#### TASK ITEM:
Return the data below exactly, stopping after the line with "1-7), with the".

Saved entries:
—————
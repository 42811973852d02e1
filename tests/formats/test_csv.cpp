// The CSV reader (formats/csv.h) against RFC 4180 ("Common Format and MIME
// Type for Comma-Separated Values (CSV) Files", section 2, rules 1-7), with the
// line ends of older spreadsheets (a lone CR, common practice, no published
// source), and the writer's formula neutralisation from OWASP's "CSV
// Injection" guidance (cells beginning with = + - @ tab CR).
#include <gtest/gtest.h>

#include "formats/csv.h"

using namespace cairn::formats;

namespace {
CsvTable ok(std::string_view text) {
  auto t = parse_csv(text, "t.csv");
  EXPECT_TRUE(t.ok()) << t.error();
  return t.ok() ? *t : CsvTable{};
}
std::string error(std::string_view text) {
  auto t = parse_csv(text, "t.csv");
  return t.ok() ? "no error" : t.error();
}
}  // namespace

TEST(Csv, Rfc4180Rule1And2_CrlfLineEndsAndAnOptionalLastLineEnd) {
  const CsvTable a = ok("a,b\r\n1,2\r\n3,4");
  ASSERT_EQ(a.rows.size(), 2u);
  EXPECT_EQ(a.rows[1], (std::vector<std::string>{"3", "4"}));
  EXPECT_EQ(a.row_lines, (std::vector<int>{2, 3}));
}

TEST(Csv, ALoneCrEndsALineToo) {
  // Today's bug: a CR-only file read as one header row.
  const CsvTable a = ok("a,b\r1,2\r3,4\r");
  EXPECT_EQ(a.header, (std::vector<std::string>{"a", "b"}));
  ASSERT_EQ(a.rows.size(), 2u);
  EXPECT_EQ(a.rows[0], (std::vector<std::string>{"1", "2"}));
  EXPECT_EQ(a.row_lines, (std::vector<int>{2, 3}));
  // Errors name the right line in a CR-only file.
  EXPECT_EQ(error("a,b\r1,2\r3\r"), "t.csv:3:1: csv: 1 fields, but the header has 2");
}

TEST(Csv, Rfc4180Rule3_TheHeaderHasTheSameNumberOfFields) {
  EXPECT_EQ(error("a,b\n1,2,3\n"), "t.csv:2:1: csv: 3 fields, but the header has 2");
  EXPECT_EQ(error("a,a\n1,2\n"), "t.csv:1:1: csv: column 'a' appears twice in the header");
  EXPECT_EQ(error(""), "t.csv:1:1: csv: the file is empty (no header line)");
}

TEST(Csv, Rfc4180Rule5To7_QuotedFieldsWithCommasLineBreaksAndDoubledQuotes) {
  const CsvTable a = ok("a,b\n\"x, y\",\"say \"\"hi\"\"\"\n\"two\nlines\",z\n");
  ASSERT_EQ(a.rows.size(), 2u);
  EXPECT_EQ(a.rows[0][0], "x, y");
  EXPECT_EQ(a.rows[0][1], "say \"hi\"");
  EXPECT_EQ(a.rows[1][0], "two\nlines");
  EXPECT_EQ(a.row_lines, (std::vector<int>{2, 3}));
  EXPECT_EQ(error("a\n\"open\n"), "t.csv:2:1: csv: a quoted field is not closed before the end of the file");
  EXPECT_EQ(error("a,b\nx\"y\",1\n"), "t.csv:2:1: csv: a quote inside an unquoted field (column 1)");
}

TEST(Csv, SpacesAfterAClosingQuoteAreNotPartOfTheField) {
  // RFC 4180 rule 4: spaces are part of a field; a quoted field ends at its
  // closing quote, so spaces after it are padding (today's bug: they were kept).
  const CsvTable a = ok("a,b\n\"x\"  ,\"y\"\t\n");
  EXPECT_EQ(a.rows[0], (std::vector<std::string>{"x", "y"}));
  EXPECT_EQ(error("a,b\n\"x\" z,1\n"), "t.csv:2:1: csv: text after a closing quote (column 1)");
}

TEST(Csv, Utf16InputGetsAClearError) {
  // UTF-16LE with its byte-order mark (FF FE), as spreadsheets write "Unicode text".
  const std::string utf16(
      "\xFF\xFE"
      "a\0,\0b\0\n\0",
      10);
  EXPECT_EQ(error(utf16),
            "t.csv:1:1: encoding: the file is UTF-16 or UTF-32 text; save it as UTF-8 (\"CSV UTF-8\") and import it "
            "again");
  const std::string utf16be("\0a\0,\0b\0\n", 8);  // no byte-order mark
  EXPECT_NE(error(utf16be).find(": encoding: "), std::string::npos);
}

TEST(Csv, InvalidUtf8AndControlCharactersAreRefusedWithLineAndColumn) {
  // RFC 3629: 0xE9 alone (Latin-1 "é") is not UTF-8.
  EXPECT_EQ(error("a,b\nx,caf\xE9\n"), "t.csv:2:6: utf8: invalid UTF-8 (byte 0xE9); save the file as UTF-8");
  // ECMA-48: ESC (0x1B) starts a terminal control sequence.
  EXPECT_EQ(error("a,b\r\nx,\x1B[2J\r\n"), "t.csv:2:3: control: control character U+001B is not allowed in text");
  // A UTF-8 byte-order mark is ignored, and UTF-8 text is kept as it is.
  EXPECT_EQ(ok("\xEF\xBB\xBF"
               "a\ncaf\xC3\xA9\n")
                .rows[0][0],
            "caf\xC3\xA9");
}

TEST(Csv, FormulaPrefixesAreNeutralisedOnWritingAndUndoneOnReading) {
  EXPECT_EQ(csv_record({"=HYPERLINK(\"x\")", "+1+2", "@SUM(A1)", "-12.5", "12", "-", "'=x"}),
            "\"'=HYPERLINK(\"\"x\"\")\",'+1+2,'@SUM(A1),-12.5,12,'-,''=x\n");
  for (const char* cell : {"=1+2", "+1", "-12.5", "-x", "@a", "'=x", "''+y", "plain", "'quoted", ""})
    EXPECT_EQ(from_formula_safe(formula_safe(cell)), cell);
}
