// The day track and the pick-lists in a merge (storage/merge.h, storage/track.h):
// a tablet's fixes come into the camp file so that a supervisor sees where a
// crew has been; a fix the camp has already is not added twice, whatever the
// order or number of merges; a bad fix refuses the whole merge before anything
// is written; a tablet's pick-list codes are reported, never adopted.
//
// Source: WGS84 coordinate ranges (latitude -90..90, longitude -180..180);
// ISO 8601 for what a time is; the SQLite documentation ("PRAGMA
// ignore_check_constraints") for writing a value the schema's CHECK would
// refuse, as a hand-edited or hostile file may hold; what counts as the same
// fix (same person, receiver, time, place, elevation and accuracy) is common
// practice, no published source.
#include <gtest/gtest.h>
#include <sqlite3.h>

#include "merge_test_support.h"
#include "storage/pick_lists.h"
#include "storage/track.h"

using namespace cairn::store;
using namespace cairn::store::testing;

namespace {

// A tablet whose person walked a few fixes on 2026-07-06.
std::string walked(Camp& c, const std::string& name, const char* device_id, const std::string& person, double lat0) {
  const std::string path = c.tablet(name);
  Project p = Project::open(path, device(device_id, name));
  add_track_point(p, {person, "2026-07-06T09:00:00Z", lat0, 14.9, 1200.0, 4.0});
  add_track_point(p, {person, "2026-07-06T09:00:30Z", lat0 + 0.0002, 14.9, std::nullopt, 4.0});
  add_track_point(p, {person, "2026-07-06T09:01:10Z", lat0 + 0.0004, 14.9001, 1210.5, std::nullopt});
  return path;
}

}  // namespace

TEST(MergeTrack, TabletFixesComeIntoTheCampOnceWhateverTheOrder) {
  Camp c;
  const std::string a = walked(c, "tabletA.cairn", kTabletA, c.legend.person_a, 46.5);
  const std::string b = walked(c, "tabletB.cairn", kTabletB, c.legend.person_b, 46.6);
  const std::string camp2 = c.copy(c.camp, "camp2.cairn");

  const MergeReport r = merge_into(c.camp, {a, b});
  ASSERT_EQ(r.sources.size(), 2u);
  EXPECT_EQ(r.sources[0].track_added, 3);
  EXPECT_EQ(r.sources[1].track_added, 3);
  EXPECT_TRUE(r.changed);
  {
    Project p = Project::open(c.camp, device(kCampDevice, "camp laptop"));
    const auto ana = list_track(p, c.legend.person_a, "2026-07-06");
    ASSERT_EQ(ana.size(), 3u);
    EXPECT_EQ(ana[0].time, "2026-07-06T09:00:00Z");
    EXPECT_EQ(ana[0].elevation, 1200.0);
    EXPECT_EQ(ana[2].h_accuracy, std::nullopt);
    EXPECT_EQ(list_track(p, c.legend.person_b).size(), 3u);
    const auto days = day_tracks(p, "2026-07-06");
    ASSERT_EQ(days.size(), 2u);  // one per person
  }
  // The same files again: every fix is already there; the file is unchanged.
  const std::string once = dump(c.camp);
  const MergeReport again = merge_into(c.camp, {b, a});
  EXPECT_EQ(again.sources[0].track_added, 0);
  EXPECT_EQ(again.sources[0].track_skipped, 3);
  EXPECT_FALSE(again.changed);
  EXPECT_EQ(dump(c.camp), once);
  // The other order, one at a time, gives the same fixes.
  merge_into(camp2, {b});
  merge_into(camp2, {a});
  EXPECT_EQ(dump(camp2), once) << dump_difference(dump(camp2), once);
}

TEST(MergeTrack, AFixThatDiffersInAnythingIsKeptAsItsOwnFix) {
  Camp c;
  const std::string a = walked(c, "tabletA.cairn", kTabletA, c.legend.person_a, 46.5);
  merge_into(c.camp, {a});
  {
    // The tablet goes on: one more fix, and one at the same second as an
    // earlier one but a metre away (a different fix, not a copy).
    Project p = Project::open(a, device(kTabletA, "tabletA.cairn"));
    add_track_point(p, {c.legend.person_a, "2026-07-06T09:05:00Z", 46.501, 14.9, std::nullopt, std::nullopt});
    add_track_point(p, {c.legend.person_a, "2026-07-06T09:00:00Z", 46.50001, 14.9, 1200.0, 4.0});
  }
  const MergeReport r = merge_into(c.camp, {a});
  EXPECT_EQ(r.sources[0].track_added, 2);
  EXPECT_EQ(r.sources[0].track_skipped, 3);
  Project p = Project::open(c.camp, device(kCampDevice, "camp laptop"));
  EXPECT_EQ(list_track(p, c.legend.person_a).size(), 5u);
}

TEST(MergeTrack, ABadFixRefusesTheMergeNamingTableRowAndRuleAndWritesNothing) {
  struct Case {
    const char* what;
    const char* sql;
    std::string expect;  // in the message
  };
  // Values the schema's CHECK constraints refuse are found by SQLite's
  // integrity check (SQLite documentation, "PRAGMA integrity_check": it
  // verifies CHECK constraints) before the merge reads a row; the others by the
  // merge's own validation, which names the row and the rule.
  const std::string integrity = "failed its integrity check";
  const Case cases[] = {
      {"latitude 95", "UPDATE track_points SET lat = 95 WHERE id = 2", integrity},
      {"a negative accuracy", "UPDATE track_points SET h_accuracy = -3 WHERE id = 2", integrity},
      {"elevation as text", "UPDATE track_points SET elevation = 'high' WHERE id = 2", "record 2: type: "},
      {"a time that is not a time", "UPDATE track_points SET time = 'after lunch' WHERE id = 2", "record 2: time: "},
      {"an escape sequence for a person", "UPDATE track_points SET person = 'AE' || char(27) || '[2J' WHERE id = 2",
       "record 2: control: "},
      {"a device that is not a UUID", "UPDATE track_points SET device = 'tablet' WHERE id = 2", "record 2: uuid: "},
  };
  for (const Case& k : cases) {
    SCOPED_TRACE(k.what);
    Camp c;
    const std::string a = walked(c, "tabletA.cairn", kTabletA, c.legend.person_a, 46.5);
    const std::string before = dump(c.camp);
    {
      Db db(a, SQLITE_OPEN_READWRITE);
      db.exec("PRAGMA ignore_check_constraints = ON");
      db.exec(k.sql);
      ASSERT_EQ(db.changes(), 1);
    }
    std::string e = "no error";
    try {
      merge_into(c.camp, {a});
    } catch (const std::exception& x) {
      e = x.what();
    }
    if (k.expect == integrity) {
      EXPECT_NE(e.find(a + " " + integrity), std::string::npos) << e;
      EXPECT_EQ(dump(c.camp), before);
      continue;
    }
    EXPECT_NE(e.find(a + ": table track_points, " + k.expect), std::string::npos) << e;
    EXPECT_NE(e.find("nothing was merged"), std::string::npos) << e;
    EXPECT_EQ(e.find('\x1b'), std::string::npos) << "the message carries the raw escape";
    EXPECT_EQ(dump(c.camp), before);
  }
}

TEST(MergeTrack, ATabletsPickListCodesAreReportedNotAdopted) {
  Camp c;
  {
    Project p = Project::open(c.camp, device(kCampDevice, "camp laptop"));
    add_pick(p, PickList::Lithology, "slate");
    add_pick(p, PickList::Structure, "bedding");
  }
  const std::string a = c.tablet("tabletA.cairn");
  {
    Project p = Project::open(a, device(kTabletA, "tablet A"));
    add_pick(p, PickList::Lithology, "phyllite");
    add_pick(p, PickList::Lithology, "vein quartz");
    add_pick(p, PickList::Structure, "joint");
  }
  const MergeReport r = merge_into(c.camp, {a});
  std::string all;
  for (const auto& w : r.warnings) all += w + "\n";
  EXPECT_NE(all.find("lithology list has 2 codes this file's list has not (phyllite, vein quartz)"), std::string::npos)
      << all;
  EXPECT_NE(all.find("structure list has 1 code this file's list has not (joint)"), std::string::npos) << all;
  Project p = Project::open(c.camp, device(kCampDevice, "camp laptop"));
  EXPECT_EQ(pick_list(p, PickList::Lithology), std::vector<std::string>{"slate"});
  EXPECT_EQ(pick_list(p, PickList::Structure), std::vector<std::string>{"bedding"});
}

// The survey store's mirror keeps no day track and no pick-lists
// (MergeOptions::track, pick_list_report off): nothing of either comes in or is reported.
TEST(MergeTrack, AMergeAskedToLeaveTheTrackAndTheListsAloneDoesSo) {
  Camp c;
  const std::string a = walked(c, "tabletA.cairn", kTabletA, c.legend.person_a, 46.5);
  {
    Project p = Project::open(a, device(kTabletA, "tablet A"));
    add_pick(p, PickList::Lithology, "phyllite");
  }
  MergeOptions o;
  o.track = false;
  o.pick_list_report = false;
  const MergeReport r = merge_into(c.camp, {a}, o);
  EXPECT_EQ(r.sources[0].track_added, 0);
  for (const auto& w : r.warnings) EXPECT_EQ(w.find("phyllite"), std::string::npos) << w;
  Project p = Project::open(c.camp, device(kCampDevice, "camp laptop"));
  EXPECT_TRUE(list_track(p).empty());
}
—————
#### SOLUTION TO THIS PROBLEM:
repository 42811973852d02e1
filename tests/formats/test_csv.cpp
// The CSV reader (formats/csv.h) against RFC 4180 ("Common Format and MIME
// Type for Comma-Separated Values (CSV) Files", section 2, rules 1-7), with the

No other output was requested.